Wednesday, July 28, 2004

Birthday Retrospective

Because I am lazy and nothing of interest is happening, I present to you an exercise in self-linkage: the Birthday Retrospective.

July 29, 1998 - Sonya and I were just back from Cincinnati (a shithole) and seeing Jimmy Buffett. And I got steak.

July 28, 1999 - The coworkers take me drinking and Sonya makes lasagna. And I hold a Linkless Birthday Retrospectacle '88-'94 Edition.

August 5, 2000 - I packed a U-Haul all day long. I constantly drank water but never had to pee. It was pretty impressive. And sweaty.

October 3, 2001 - Yes, it's months after my birthday, but the story of the birthday - and getting my Bettie tattoo - are here.

July 28, 2002 - Nothing. But I'll tell you what we did: we went to Gulf Shores and met up with Christie and her family. On the actual day of we drove back to New Orleans and Sonya and Kelli and I went to Crescent City Steakhouse. We ate steak and drank wine. Ooooh! And that's the weekend I wrote a script for a short film that had to be finished in forty-eight hours. I was busy - it was a good birthday weekend!

July 28, 2003 - Also nothing. I wasn't too motivated to update last summer. Sonya went to the doctor that day - it may have been the day we found out it was going to be a boy - and I was in a funk what with no job and a baby on the way. But Sonya took me to Sake Cafe and poured sake down my throat until I felt better.

Hmmmmm....what about, say, 1997?

Okay, I just checked IMDB and Air Force One came out in 1997 - so I went and saw that on my birthday with Sonya and Donna and her then-husband, Bill.
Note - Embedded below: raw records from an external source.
describe('eval --format json, written without the objects', () => {
  it('gives every note in the repository the text JSON.stringify gives its objects; the notes hold every part', () => {
    const notes = repositoryNotes();
    expect(notes.length).toBeGreaterThan(50);
    // How often each part of the shape occurs in the notes compared (each must, for the comparison to cover it).
    const seen: Record<string, number> = {
      state: 0,
      mix: 0,
      supply: 0,
      process: 0,
      claims: 0,
      sources: 0,
      defined_by: 0,
      equipment: 0,
      wetting: 0,
      bf: 0,
      'failed state': 0,
      'null figure': 0,
      diagnostic: 0,
    };
    const count = (o: Record<string, unknown>): void => {
      for (const [k, v] of Object.entries(o)) {
        if (k in seen && k !== 'state' && k !== 'mix' && k !== 'supply' && k !== 'process') seen[k]!++;
        if (v === null) seen['null figure']!++;
        if (v && typeof v === 'object' && !Array.isArray(v)) count(v as Record<string, unknown>);
      }
    };
    for (const path of notes) {
      const text = readFileSync(path, 'utf8');
      const name = relative(repo, path);
      const f = fileResult(name, text, analyzeNote(text));
      const object = evalFileJson(f) as {
        states: Record<string, unknown>[];
        processes: Record<string, unknown>[];
        diagnostics: unknown[];
      };
      for (const depth of [0, 2]) {
        const c = collector();
        evalFileText(f, depth, c.take);
        expect(c.text(), `${name} at depth ${depth}`).toBe(stringifiedAt(object, depth));
      }
      for (const st of object.states) {
        seen[st.kind as string]!++;
        if (st.ok === false) seen['failed state']!++;
        count(st);
      }
      for (const p of object.processes) {
        seen.process!++;
        count(p);
      }
      seen.diagnostic! += object.diagnostics.length;
    }
    for (const [part, n] of Object.entries(seen)) expect(n, part).toBeGreaterThan(0);
  });

  it('writes each state as it is evaluated, keeping none: the same bytes and counts for every note here', () => {
    const notes = repositoryNotes();
    let handedOut = 0;
    for (const path of notes) {
      const text = readFileSync(path, 'utf8');
      const name = relative(repo, path);
      const f = fileResult(name, text, analyzeNote(text));
      const whole = collector();
      evalFileText(f, 2, whole.take);
      const each = collector();
      const counts = evalNoteText(name, text, {}, 2, each.take);
      // A note with a written results table, or that names IP units, is analysed whole (nothing written here).
      const declined = /units\s*:(?!\s*SI\b)/.test(text) || text.includes('dewmark-results');
      expect(counts === null, `${name} declined`).toBe(declined);
      if (counts === null) {
        expect(each.pieces, name).toHaveLength(0);
        continue;
      }
      handedOut++;
      expect(each.text(), name).toBe(whole.text());
      expect(counts, name).toEqual(countDiagnostics([f]));
    }
    // Most notes are written so, the examples among them.
    expect(handedOut).toBeGreaterThan(notes.length / 2);
    const example = readFileSync(join(repo, 'examples', 'kestrel-ridge-ahu1.md'), 'utf8');
    expect(evalNoteText('x.md', example, {}, 0, collector().take)).not.toBeNull();
  });

  it('writes values of every kind as JSON.stringify does, at any depth', () => {
    const long = `${'a'.repeat(5000)}"\\${'é'.repeat(3000)}`;
    const values: unknown[] = [
      {},
      [],
      [[]],
      { a: {}, b: [], c: [{}], d: [[], [1]] },
      {
        plain: 'RA',
        quote: 'say "hi"',
        backslash: 'a\\b',
        controls: '\u0000\u0001\t\n\r\u001f\u007f',
        other: 'Büro 24 °C, µg, 空調, 🌡',
        lone: '\ud800 and \udc00',
        long,
        empty: '',
        'key "quoted"': 1,
        'clé non ASCII': 2,
        [`k${'x'.repeat(5000)}`]: 3,
        missing: undefined,
        fn: () => 1,
        nothing: null,
        yes: true,
        no: false,
        figures: [0, -0, 1, -1, 0.1, 1e21, 1e-7, 123456789.123, Number.NaN, Number.POSITIVE_INFINITY],
        holes: [undefined, null, () => 1],
      },
      'top',
      42,
      null,
    ];
    for (const v of values)
      for (const depth of [0, 1, 3])
        expect(written(v, depth), `${JSON.stringify(v)?.slice(0, 60)} at ${depth}`).toBe(stringifiedAt(v, depth));
    // A long document comes in pieces of about 64 KB (a write call each: few and large), none much
    // over (and none but the last much under: a string is not begun at the end of a full piece).
    const many = Array.from({ length: 40000 }, (_, i) => ({ name: `Z${i}`, t: 'é'.repeat(i % 7), x: i / 7 }));
    const c = collector();
    const w = new TextWriter(2, c.take);
    w.value(null, many);
    w.flush();
    expect(c.text()).toBe(stringifiedAt(many, 2));
    expect(c.pieces.length).toBeGreaterThan(10);
    for (const p of c.pieces) expect(Buffer.byteLength(p)).toBeLessThan(66_000);
    for (const p of c.pieces.slice(0, -1)) expect(Buffer.byteLength(p)).toBeGreaterThan(60_000);
  });

  it('writes a member whose value repeats after the same line start (copied with it) as JSON.stringify does', () => {
    // Runs of equal values (kept with their line start once they come three times running) and changes,
    // at two depths, with values too long to keep, long strings handed out as pieces of their own,
    // and enough rows for the repeats to cross many pieces.
    const K = {
      name: jsonKey('name'),
      kind: jsonKey('kind'),
      ok: jsonKey('ok'),
      p: jsonKey('p'),
      db: jsonKey('db'),
      defining: jsonKey('defining'),
      text: jsonKey('text'),
      inner: jsonKey('inner'),
    };
    const rows = Array.from({ length: 6000 }, (_, i) => ({
      name: `S${i}`,
      kind: i % 500 < 250 ? 'state' : i % 7 === 0 ? null : 'mix',
      ok: i % 3 !== 0,
      p: i % 40 < 30 ? 101.325 : i % 2 === 0 ? -0 : 0,
      db: i % 4 < 2 ? 24.5 : i % 9 === 0 ? null : 1 / 3,
      defining: i % 100 < 60 ? ['db', 'rh'] : i % 100 < 80 ? [] : Array.from({ length: 30 }, (_, k) => `key${k}`),
      text: i % 1000 < 400 ? 'default 101.325 kPa' : i % 1000 < 700 ? 'é'.repeat(200) : 'x'.repeat(5000),
      inner: { p: 101.325, defining: ['db', 'rh'], ok: i % 5 === 0 },
    }));
    const c = collector();
    const w = new TextWriter(2, c.take);
    w.openArray(null);
    for (const r of rows) {
      w.open(null);
      w.str(K.name, r.name);
      w.str(K.kind, r.kind);
      w.bool(K.ok, r.ok);
      w.fig(K.p, r.p);
      w.fig(K.db, r.db);
      w.strings(K.defining, r.defining);
      w.str(K.text, r.text);
      w.open(K.inner);
      w.fig(K.p, r.inner.p);
      w.strings(K.defining, r.inner.defining);
      w.bool(K.ok, r.inner.ok);
      w.close();
      w.close();
    }
    w.closeArray();
    w.flush();
    const want = rows.map((r) => ({ ...r, p: roundForJson(r.p), db: roundForJson(r.db) }));
    expect(c.pieces.length).toBeGreaterThan(50);
    expect(c.text()).toBe(stringifiedAt(want, 2));
  });

  it('copies a member whose value came three times running after the same line start, and only then', () => {
    // The members of every state that repeat (kind, ok, pressure, its description, defining keys)
    // are written as one copy once kept: counted, so that the saving cannot silently go.
    // What is kept stays with the line starts (keys by depth) from writer to writer: each run has
    // keys and strings of its own, at a depth as shallow as a document's states (a deep line start
    // with its value is too long to keep).
    const run = (rows: number, same: boolean, depth: number): number => {
      const K = { name: jsonKey(`name${depth}`), kind: jsonKey(`kind${depth}`), ok: jsonKey(`ok${depth}`) };
      const p = jsonKey(`p_kPa${depth}`);
      const defining = jsonKey(`defining${depth}`);
      const pressure = jsonKey(`pressure${depth}`);
      const w = new TextWriter(depth, () => false);
      w.openArray(null);
      for (let i = 0; i < rows; i++) {
        w.open(null);
        w.str(K.name, `S${i}`); // never the same: never copied
        w.str(K.kind, same ? 'state' : `k${i}`);
        w.bool(K.ok, true);
        w.fig(p, same ? 101.325 : 90 + i / 7);
        w.strings(defining, same ? [`db${depth}`, `rh${depth}`] : [`db${depth}`, `x${i}`]);
        w.str(pressure, same ? 'default 101.325 kPa' : `p${i}`);
        w.close();
      }
      w.closeArray();
      w.flush();
      return w.copies;
    };
    // A value is kept the third time it comes running (KEEP_RUN), and every later one is a copy
    // (true and false are kept the first time each comes); changing values are written every
    // time, but for the first defining key, an element of its own.
    expect(run(1000, true, 5)).toBe(4 * (1000 - 3) + (1000 - 1));
    expect(run(1000, false, 6)).toBe(1000 - 1 + (1000 - 3));
  });

  it('writes whole numbers (line numbers) and any other number as JSON.stringify does', () => {
    const numbers = [0, -0, 1, 9, 10, 99, 100, 4321, 99999, 100000, 123456789, 999999999, 1e9, 2 ** 31, 2 ** 53];
    numbers.push(-1, -100, 0.5, 1.25, 1e21, 1e-7, Number.NaN, Number.POSITIVE_INFINITY, Number.NEGATIVE_INFINITY);
    const key = jsonKey('line');
    const c = collector();
    const w = new TextWriter(0, c.take);
    w.open(null);
    for (const v of numbers) {
      w.openArray(key);
      w.num(null, v);
      w.closeArray();
    }
    w.close();
    w.flush();
    const want = numbers.map((v) => `\n  "line": [\n    ${JSON.stringify([v]).slice(1, -1)}\n  ]`).join(',');
    expect(c.text()).toBe(`{${want}\n}`);
  });

  it('lends one buffer over and over, and takes new memory for each piece the taker keeps', () => {
    const many = Array.from({ length: 20000 }, (_, i) => ({ name: `Z${i}`, t: 'é'.repeat(i % 7), x: i / 7 }));
    const want = stringifiedAt(many, 2);
    // A taker that writes at once (returns false): every piece is the same memory.
    const memories = new Set<ArrayBufferLike>();
    const c = collector();
    const lending = new TextWriter(2, (piece) => {
      memories.add(piece.buffer);
      return c.take(piece);
    });
    lending.value(null, many);
    lending.flush();
    expect(c.text()).toBe(want);
    expect(c.pieces.length).toBeGreaterThan(10);
    expect(memories.size).toBe(1);
    // A taker that keeps every other piece as it is, uncopied (a stream that queues them): what
    // it keeps is never written over, and the pieces it lets go are the same memory again.
    const kept: Uint8Array[] = [];
    const all: (Uint8Array | string)[] = [];
    let n = 0;
    const keeping = new TextWriter(2, (piece) => {
      const keep = n++ % 2 === 0;
      if (keep) kept.push(piece);
      all.push(keep ? piece : pieceText(piece));
      return keep;
    });
    keeping.value(null, many);
    keeping.flush();
    expect(all.map((p) => (typeof p === 'string' ? p : pieceText(p))).join('')).toBe(want);
    expect(new Set(kept.map((p) => p.buffer)).size).toBe(kept.length);
  });

  it('writes a million figures as JSON.stringify writes them rounded, and every edge', () => {
    let s = 20261204;
    const random = () => {
      s = (Math.imul(s, 1664525) + 1013904223) >>> 0;
      return s / 4294967296;
    };
    const key = jsonKey('x');
    const check = (xs: number[]): number => {
      const c = collector();
      const w = new TextWriter(1, c.take);
      w.open(null);
      w.openArray(key);
      for (const x of xs) w.fig(null, x);
      w.closeArray();
      w.close();
      w.flush();
      const got = c.text();
      const want = stringifiedAt({ x: xs.map((x) => roundForJson(x)) }, 1);
      if (got === want) return 0;
      // Name the first figure that differs.
      const g = got.split('\n');
      const e = want.split('\n');
      const i = g.findIndex((line, k) => line !== e[k]);
      expect(g[i], `figure ${xs[i - 2]}`).toBe(e[i]);
      return 1;
    };
    let differ = 0;
    for (let batch = 0; batch < 100; batch++) {
      const xs: number[] = [];
      for (let i = 0; i < 10_000; i++) {
        // Magnitudes 1e-9 … 1e13, both signs, and short decimals (figures as written: 24.5, 0.0093).
        const m = random() * 10 ** Math.floor(random() * 23 - 9);
        xs.push(i % 3 === 0 ? Number(m.toPrecision(1 + (i % 14))) : random() < 0.5 ? -m : m);
      }
      differ += check(xs);
    }
    expect(differ).toBe(0);
    // Ties, powers of ten, the edges of the fast range, a rounding up to 13 digits, and what is not a figure.
    const edges = [1234567890.125, -1234567890.125, 0.5, 2.5, 1e-6, 9.99999999999e-7, 1e-7, 1.5e-7, 1e11];
    edges.push(99999999999.95, 999999999999.5, 0.1, 1, 10, 100, 1e-5, 123456789012.5, 5e-324, Number.MAX_VALUE);
    edges.push(-0, 0, 0.000123456789012345, 101.325, 84.5, 9.9999999999995, 9.99999999999949, -0.99999999999999);
    edges.push(1e21, 1e22, -1e-300, Number.NaN, Number.POSITIVE_INFINITY, Number.NEGATIVE_INFINITY);
    for (let k = -8; k <= 12; k++) edges.push(10 ** k, -(10 ** k), 10 ** k * (1 - 1e-13), 10 ** k * (1 + 1e-13));
    expect(check(edges)).toBe(0);
  });
});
And then we went to...Friday's, I think? And I think I got some new tires on my truck. Yeah.

1996?

I got nothing. I would have been working at AALAS...Sonya and I were living at the Gayoso House...but I can't think of anything. Nothing.
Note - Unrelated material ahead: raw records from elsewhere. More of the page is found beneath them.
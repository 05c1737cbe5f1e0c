/**
 * Check values for the moist-air engine, copied from the project's sourced reference list (each
 * case keeps its id, its published source, its provenance and its tolerance; "from-memory" cases
 * say so in their source). Units are named in each key: SI cases in °C, Pa, kg/kg, J/kg, m³/kg;
 * I-P cases in °F, psia, lb/lb, Btu/lb (dry air 0 at 0 °F, water from liquid at 32 °F), ft³/lb.
 * Tolerance semantics: a check passes if |actual − expected| ≤ abs, or ≤ rel·|expected|.
 * Where the engine's SI-with-exact-conversion figures need a wider band than the listed one for
 * an I-P case, the test file widens it explicitly and says why beside the case.
 */

/** A tolerance band: absolute, relative, or either. */
export interface Tol {
  abs?: number;
  rel?: number;
}

/** One sourced check case. */
export interface CheckCase {
  id: string;
  /** What the case checks (selects the computation in the test). */
  kind:
    | 'pws'
    | 'ws'
    | 'hs'
    | 'dryAir'
    | 'stdAtm'
    | 'example1'
    | 'wFromPw'
    | 'wFromWb'
    | 'enthalpy'
    | 'volume'
    | 'density'
    | 'wbFromRh';
  units: 'SI' | 'IP';
  provenance: string;
  source: string;
  inputs: Record<string, number>;
  expected: Record<string, number>;
  tolerance: Record<string, Tol>;
  note: string;
}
Dammit. Why is that? It's only eight years ago. What happened?

Wednesday, July 21, 2004

Offbeatgate

Scandal! I was reading a copy of Offbeat today at lunch. Apparently, the local music magazine has had a split with WWOZ, beloved New Orleans community radio station. The talked about it in a big editorial in their letters section (the link works for now, anyway).

See, at the top of every odd hour WWOZ does the Livewire Events Calendar - a listing of bands playing around town that daay. For years, Offbeat sponsored (and provided the listings for) the Livewire. According to Offbeat, WWOZ just dropped them and didn't even let them know.
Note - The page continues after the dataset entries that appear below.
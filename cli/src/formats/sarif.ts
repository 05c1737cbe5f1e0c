/**
 * `dewmark check --format sarif`: the diagnostics as a SARIF 2.1.0 log (OASIS Static Analysis
 * Results Interchange Format), the form code-scanning services read. One run, the tool's rules
 * being the diagnostic codes seen, each result pointing at its file and region. Columns are
 * UTF-16 code units, as the CLI's other formats count them, and said so in `columnKind`.
 */
import { pathToFileURL } from 'node:url';
import { isAbsolute, join } from 'node:path';
import type { DiagnosticJson } from '../output';

/** Where a diagnostic code is explained. */
export const CODES_HELP_URI = 'https://dewmark.dev/docs/notation#every-diagnostic';

/** One checked file, as the JSON check format holds it. */
export interface SarifFileInput {
  path: string;
  diagnostics: readonly DiagnosticJson[];
  /** Diagnostics acknowledged by ignore comments (SARIF results with an in-source suppression). */
  suppressed?: readonly (DiagnosticJson & { justification: string })[];
}

const LEVEL: Record<DiagnosticJson['severity'], 'error' | 'warning' | 'note'> = {
  error: 'error',
  warning: 'warning',
  info: 'note',
};

/** A path as a SARIF artifact location: relative to the source root where it is relative. */
function artifactLocation(path: string): Record<string, unknown> {
  if (path === '<stdin>') return { uri: 'stdin', description: { text: 'standard input' } };
  if (isAbsolute(path)) return { uri: pathToFileURL(path).href };
  return { uri: path.split('/').map(encodeURIComponent).join('/'), uriBaseId: '%SRCROOT%' };
}

/** The SARIF log of a check run (`cwd` is the source root relative paths start from). */
export function sarifLog(files: readonly SarifFileInput[], version: string, cwd: string): Record<string, unknown> {
  const ruleIndex = new Map<string, number>();
  const rules: Record<string, unknown>[] = [];
  const results: Record<string, unknown>[] = [];
  for (const f of files) {
    const all: (DiagnosticJson & { justification?: string })[] = [...f.diagnostics, ...(f.suppressed ?? [])];
    const firstSuppressed = f.diagnostics.length;
    for (const [i, d] of all.entries()) {
      let index = ruleIndex.get(d.code);
      if (index === undefined) {
        index = rules.length;
        ruleIndex.set(d.code, index);
        rules.push({
          id: d.code,
          name: d.code,
          helpUri: `${CODES_HELP_URI}`,
          shortDescription: { text: `Dewmark diagnostic ${d.code}` },
        });
      }
      results.push({
        ruleId: d.code,
        ruleIndex: index,
        level: LEVEL[d.severity],
        message: { text: d.message },
        ...(i >= firstSuppressed
          ? { suppressions: [{ kind: 'inSource', ...(d.justification ? { justification: d.justification } : {}) }] }
          : {}),
        locations: [
          {
            physicalLocation: {
              artifactLocation: artifactLocation(f.path),
              region: { startLine: d.line, startColumn: d.column, endLine: d.endLine, endColumn: d.endColumn },
            },
          },
        ],
      });
    }
  }
  const root = pathToFileURL(join(cwd, '/')).href;
  return {
    $schema: 'https://json.schemastore.org/sarif-2.1.0.json',
    version: '2.1.0',
    runs: [
      {
        tool: {
          driver: { name: 'dewmark', version, semanticVersion: version, informationUri: 'https://dewmark.dev', rules },
        },
        originalUriBaseIds: { '%SRCROOT%': { uri: root.endsWith('/') ? root : `${root}/` } },
        columnKind: 'utf16CodeUnits',
        results,
      },
    ],
  };
}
[Disclosure: sometimes my alarm clock is set to WWOZ, but I get up around six. Last summer when I was jobless it went off at seven to wake Sonya up and I enjoyed laying in bed, listening to the rundown of live bands. That's really my only involvement in this. I'm for the Livewire!)

Anyhow, in their editorial Offbeat really lets the management of WWOZ have it. A quote:

"WWOZ station manager David Freedman is the person responsible for severing all of WWOZ's ties with OffBeat. In a recent meeting between myself, David Freedman and Dwayne Breashears, WWOZ's Program Manager, Freedman characterized OffBeat as 'not a friend of WWOZ,' 'not caring about the local music community'-assertions we found troubling and hurtful-and publishing a magazine with the sole interest of 'making money,' a statement we find absurd and ultimately, laughable."

I haven't heard the WWOZ side of things, but after reading this I'd have to side with Offbeat. It's always full of articles about obscure local musicians and really, it's a freebie magazine you get in a bar. Anyone who thinks that the people behind it are just out to make a buck is not looking at things realistically.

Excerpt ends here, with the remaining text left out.